▸ TASK INPUT

======

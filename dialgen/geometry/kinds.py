"""The table of laws: a row for each kind that a dial file may name."""

from __future__ import annotations

from dialgen.geometry.formula import Formula
from dialgen.geometry.laws import Decibel, Linear, Logarithmic, Power, Reflection
from dialgen.geometry.points import Observed, Table

LAWS: dict[str, type] = {
    law.kind: law for law in (Linear, Power, Decibel, Logarithmic, Reflection, Table, Formula, Observed)
}
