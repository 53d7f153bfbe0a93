"""Formulas of x: read by a whitelist of syntax nodes, run on whole arrays, inverted by bracketing.

A formula is arithmetic of numbers, x, named constants and named functions; nothing else is let
through, so it can neither reach a file nor hang.  Powers are taken in doubles: 9**9**9 overflows
at once instead of growing.
"""

from __future__ import annotations

import ast
import math
import operator
import warnings
from collections.abc import Callable
from dataclasses import dataclass
from typing import ClassVar

import numpy as np

from dialgen.errors import FormulaError
from dialgen.geometry.sampling import sample_places
from dialgen.roots import bracketed_roots
from dialgen.stage import EVERYWHERE, Array, Span, Stage

LONGEST = 400
_DEEPEST = 40

FUNCTIONS: dict[str, Callable[..., Array]] = {
    "sqrt": np.sqrt, "exp": np.exp, "log": np.log, "log10": np.log10, "log2": np.log2, "abs": np.abs,
    "sin": np.sin, "cos": np.cos, "tan": np.tan, "asin": np.arcsin, "acos": np.arccos, "atan": np.arctan,
    "sinh": np.sinh, "cosh": np.cosh, "tanh": np.tanh, "cbrt": np.cbrt,
}  # fmt: skip
CONSTANTS = {"pi": math.pi, "e": math.e}

_BINARY: dict[type[ast.operator], Callable[[Array, Array], Array]] = {
    ast.Add: operator.add,
    ast.Sub: operator.sub,
    ast.Mult: operator.mul,
    ast.Div: np.divide,
    ast.Pow: np.power,
}
_UNARY: dict[type[ast.unaryop], Callable[[Array], Array]] = {ast.UAdd: operator.pos, ast.USub: operator.neg}

Expression = Callable[[Array], Array]


@dataclass(frozen=True, slots=True, kw_only=True)
class Formula:
    """The signal as an expression in x, the bare value on the face."""

    kind: ClassVar[str] = "formula"
    signal: str

    def __post_init__(self) -> None:
        try:
            compile_formula(self.signal)
        except FormulaError as error:
            raise error.under("signal") from None

    @property
    def takes_face_values(self) -> bool:
        """Always: x is the number on the face."""
        return True

    def signal_unit(self, unit: str) -> str | None:
        """Return None: the signal is in whatever SI unit the circuit takes."""
        return None

    def stage(self, span: Span, unit: str) -> Stage:
        """Return the formula as a stage, followed on from ``span``."""
        return follow(compile_formula(self.signal), span)

    def zero(self, span: Span, unit: str) -> float | None:
        """Return 0 where the formula, followed on from the scale, reaches it; else None."""
        stage = follow(compile_formula(self.signal), span)
        places = np.append(stage.places, stage.domain[1])
        signals = stage.forward(places)
        if signals.min() < 0 < signals.max() or (math.isinf(places[-1]) and signals[-1] == 0):
            return 0.0
        end = 0 if abs(signals[0]) < abs(signals[-1]) else -1
        size = float(np.max(np.abs(stage.forward(sample_places(span, 65)))))
        # Near zero at an end counts only where the formula ends or turns there, as sqrt(x) does;
        # exp(x) comes as near as you like and still never reaches it.
        outside = places[end] + (1e-3 if end else -1e-3) * (places[-1] - places[0])
        beyond = abs(float(stage.forward(np.array(outside))))
        ends_there = not beyond <= abs(float(signals[end]))
        return 0.0 if abs(signals[end]) <= 1e-9 * size and ends_there else None


@dataclass(frozen=True, slots=True, eq=False)
class FormulaStage:
    """A compiled formula; outside the scale it holds as far as it goes on strictly one way.

    ``places`` ascend over all of its domain, densely enough to bracket roots between them.
    """

    expression: Expression
    places: Array
    domain: Span
    image: Span = EVERYWHERE

    def forward(self, x: Array) -> Array:
        """Return the signal; NaN where the formula has none, which the chain refuses."""
        return _evaluate(self.expression, x)

    def inverse(self, y: Array) -> Array:
        """Return the values whose signal is ``y``; NaN where the formula never gets there."""
        y = np.asarray(y, dtype=float)
        roots = bracketed_roots(self.forward, self.places, y)
        if math.isfinite(self.domain[1]):
            return roots
        near, limit = self.forward(np.array([self.places[-1], math.inf]))
        return np.where((y >= min(near, limit)) & (y <= max(near, limit)), math.inf, roots)


def follow(expression: Expression, span: Span) -> FormulaStage:
    """Return the formula as a stage over ``span``, and on as far as it is finite and strictly one way.

    It is followed to zero and up to a hundred spans beyond either end, but not past infinity.
    """
    low, high = span
    inside = sample_places(span, 257)
    first, last = _evaluate(expression, inside[[0, -1]])
    rising = bool(last > first)
    bounded = math.isfinite(high)
    width = high - low if bounded else max(abs(low), 1.0)
    reach = np.geomspace(1e-3, 100.0, 120) * width
    below = np.unique(np.append(low - reach, 0.0 if low > 0 else low - reach[0]))[::-1]
    down = _on(expression, low, below, not rising)
    if bounded:
        above = np.unique(np.append(high + reach, 0.0 if high < 0 else high + reach[0]))
    else:
        above = np.geomspace(2.0 * float(inside[-1]), 1e300, 600)
    up = _on(expression, float(inside[-1]), above, rising)
    places = np.concatenate((down[::-1], inside, up))
    far = float(places[-1])
    if not bounded and _holds_to_infinity(expression, np.append(above, high), rising):
        far = high
    return FormulaStage(expression, places, (float(places[0]), far))


def _evaluate(expression: Expression, x: Array) -> Array:
    with np.errstate(all="ignore"):
        return np.asarray(expression(np.asarray(x, dtype=float)) + np.zeros(np.shape(x)))


def _holds_to_infinity(expression: Expression, above: Array, rising: bool) -> bool:
    signals = _evaluate(expression, above)
    with np.errstate(invalid="ignore"):
        steps = np.diff(signals) if rising else -np.diff(signals)
    sizes = np.abs(signals[np.isfinite(signals)])
    rounding = 1e-12 * float(sizes.max()) if sizes.size else 0.0
    return not (np.isnan(signals).any() or (steps < -rounding).any())


def _on(expression: Expression, start: float, places: Array, rising: bool) -> Array:
    """Return the first of ``places`` while going on from ``start`` strictly one way."""
    signals = _evaluate(expression, np.concatenate(([start], places)))
    with np.errstate(invalid="ignore"):
        steps = np.diff(signals) if rising else -np.diff(signals)
    bad = np.flatnonzero(~(np.isfinite(signals[1:]) & (steps > 0)))
    if not len(bad):
        return places
    good = places[: bad[0]]
    # The formula turns, or ends, between two places; a turn may lie before the last good one.
    sure = [start, *good.tolist()][max(len(good) - 1, 0)]
    edge = _edge(expression, sure, float(places[bad[0]]), rising)
    kept = good[:-1]
    return np.append(kept, edge) if edge != sure else kept


def _edge(expression: Expression, good: float, bad: float, rising: bool) -> float:
    """Return how far from ``good`` towards ``bad`` the formula goes on, to the grain of a level turn."""
    step = 1e-7 * (bad - good)
    sign = 1.0 if rising else -1.0
    value = float(_evaluate(expression, np.array(good)))
    for _ in range(60):
        middle = (good + bad) / 2
        before, signal = _evaluate(expression, np.array([middle - step, middle])).tolist()
        # Both must hold: past a turn the slope is wrong, past a pole the signal.
        if math.isfinite(signal) and sign * signal > max(sign * value, sign * before):
            good, value = middle, signal
        else:
            bad = middle
    return good


def compile_formula(text: str) -> Expression:
    """Return the formula as a function of an array.

    Raises:
        FormulaError: anything but arithmetic of x, numbers, constants and known functions; or too
            long or too deep.

    >>> float(compile_formula("sqrt(x)*2 + 1")(np.array(9.0)))
    7.0
    """
    if len(text) > LONGEST:
        raise FormulaError(f"the formula has {len(text)} characters; at most {LONGEST} are read", LONGEST)
    plain = text.replace("\u2212", "-")
    start = len(plain) - len(plain.lstrip())
    if not plain.strip():
        raise FormulaError("the formula is empty; write an expression in x", 1)
    if "\n" in plain or "\r" in plain:
        raise FormulaError("the formula has a line break; write it on one line", start + 1)
    try:
        with warnings.catch_warnings():
            # What Python only warns of ("1if x") is no arithmetic either.
            warnings.simplefilter("error")
            tree = ast.parse(plain.strip(), mode="eval")
    except SyntaxError as error:
        raise FormulaError("not an expression; write arithmetic in x", start + (error.offset or 1)) from None
    except (ValueError, RecursionError, MemoryError):
        raise FormulaError("not an expression; write arithmetic in x", start + 1) from None
    try:
        _refuse_commas(tree.body)
        if not any(isinstance(node, ast.Name) and node.id == "x" for node in ast.walk(tree)):
            raise _Unread("the formula has no x, so every value looks alike; write one in x", tree.body)
        return _build(tree.body, 0)
    except _Unread as error:
        # Syntax nodes count in bytes of the stripped text; people count characters of their own.
        raw = plain.strip().encode()
        before = raw[: _offset(error.node, raw)].decode(errors="replace")
        raise FormulaError(error.message, start + len(before) + 1) from None


def _offset(node: ast.expr, raw: bytes) -> int:
    """Return where a node that is not arithmetic begins; of two operands it is their operator."""
    if not isinstance(node, ast.BinOp) or type(node.op) in _BINARY:
        return node.col_offset
    end = node.left.end_col_offset or 0
    return end + len(raw[end:]) - len(raw[end:].lstrip(b" )"))


class _Unread(Exception):
    """A syntax node that is not arithmetic, and why."""

    def __init__(self, message: str, node: ast.expr) -> None:
        super().__init__(message)
        self.message = message
        self.node = node


def _refuse_commas(body: ast.expr) -> None:
    if isinstance(body, ast.Tuple):
        raise _Unread("the formula has a comma; the decimal sign is a point", body)


def _build(node: ast.expr, depth: int) -> Expression:
    if depth > _DEEPEST:
        raise _Unread("the formula is nested too deeply; write it flatter", node)
    match node:
        case ast.Constant(value=int() | float() as number) if not isinstance(number, bool):
            return _constant(number, node)
        case ast.Name(id="x"):
            return lambda x: x
        case ast.Name(id=name) if name in CONSTANTS:
            return _constant(CONSTANTS[name], node)
        case ast.BinOp(left=left, op=op, right=right) if type(op) in _BINARY:
            return _binary(_BINARY[type(op)], _build(left, depth + 1), _build(right, depth + 1))
        case ast.UnaryOp(op=op, operand=operand) if type(op) in _UNARY:
            return _unary(_UNARY[type(op)], _build(operand, depth + 1))
        case ast.Call(func=ast.Name(id=name), args=[argument], keywords=[]) if name in FUNCTIONS:
            return _unary(FUNCTIONS[name], _build(argument, depth + 1))
    raise _Unread(_unknown(node), node)


def _constant(number: float, node: ast.expr) -> Expression:
    try:
        value = np.float64(number)
    except OverflowError:
        raise _Unread("the number is too large; write a smaller one", node) from None
    return lambda _: value  # type: ignore[return-value]  # numpy broadcasts a scalar as it is


def _binary(act: Callable[[Array, Array], Array], left: Expression, right: Expression) -> Expression:
    return lambda x: act(left(x), right(x))


def _unary(act: Callable[[Array], Array], operand: Expression) -> Expression:
    return lambda x: act(operand(x))


def _unknown(node: ast.expr) -> str:  # noqa: PLR0911  (a table of what people write)
    known = ", ".join(sorted(FUNCTIONS))
    match node:
        case ast.Name(id=name) if name in FUNCTIONS:
            return f"{name} needs its argument in brackets; write {name}(x)"
        case ast.Name(id=name):
            return f"{name!r} is not known; write in x, pi, e and the functions {known}"
        case ast.Call(func=ast.Name(id=name)) if name in FUNCTIONS:
            return f"{name} takes one argument; write {name}(x)"
        case ast.Call(func=ast.Name(id=name)):
            return f"the function {name!r} is not known; there are {known}"
        case ast.BinOp(op=ast.BitXor()):
            return "^ is not read as a power; write **"
        case ast.Constant():
            return "only numbers may stand here; write arithmetic in x"
    return "this is not arithmetic; write +, -, *, /, **, brackets and the functions " + known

======

▸ EXERCISE DESCRIPTION
Only the lines from the first line of the records through the line with "LAWS: dict[str, type]" should be reproduced, exactly and with nothing added.

▸ WRITTEN SOLUTION
filename dialgen/geometry/kinds.py
"""The table of laws: a row for each kind that a dial file may name."""

from __future__ import annotations

from dialgen.geometry.formula import Formula
from dialgen.geometry.laws import Decibel, Linear, Logarithmic, Power, Reflection
from dialgen.geometry.points import Observed, Table

LAWS: dict[str, type] = {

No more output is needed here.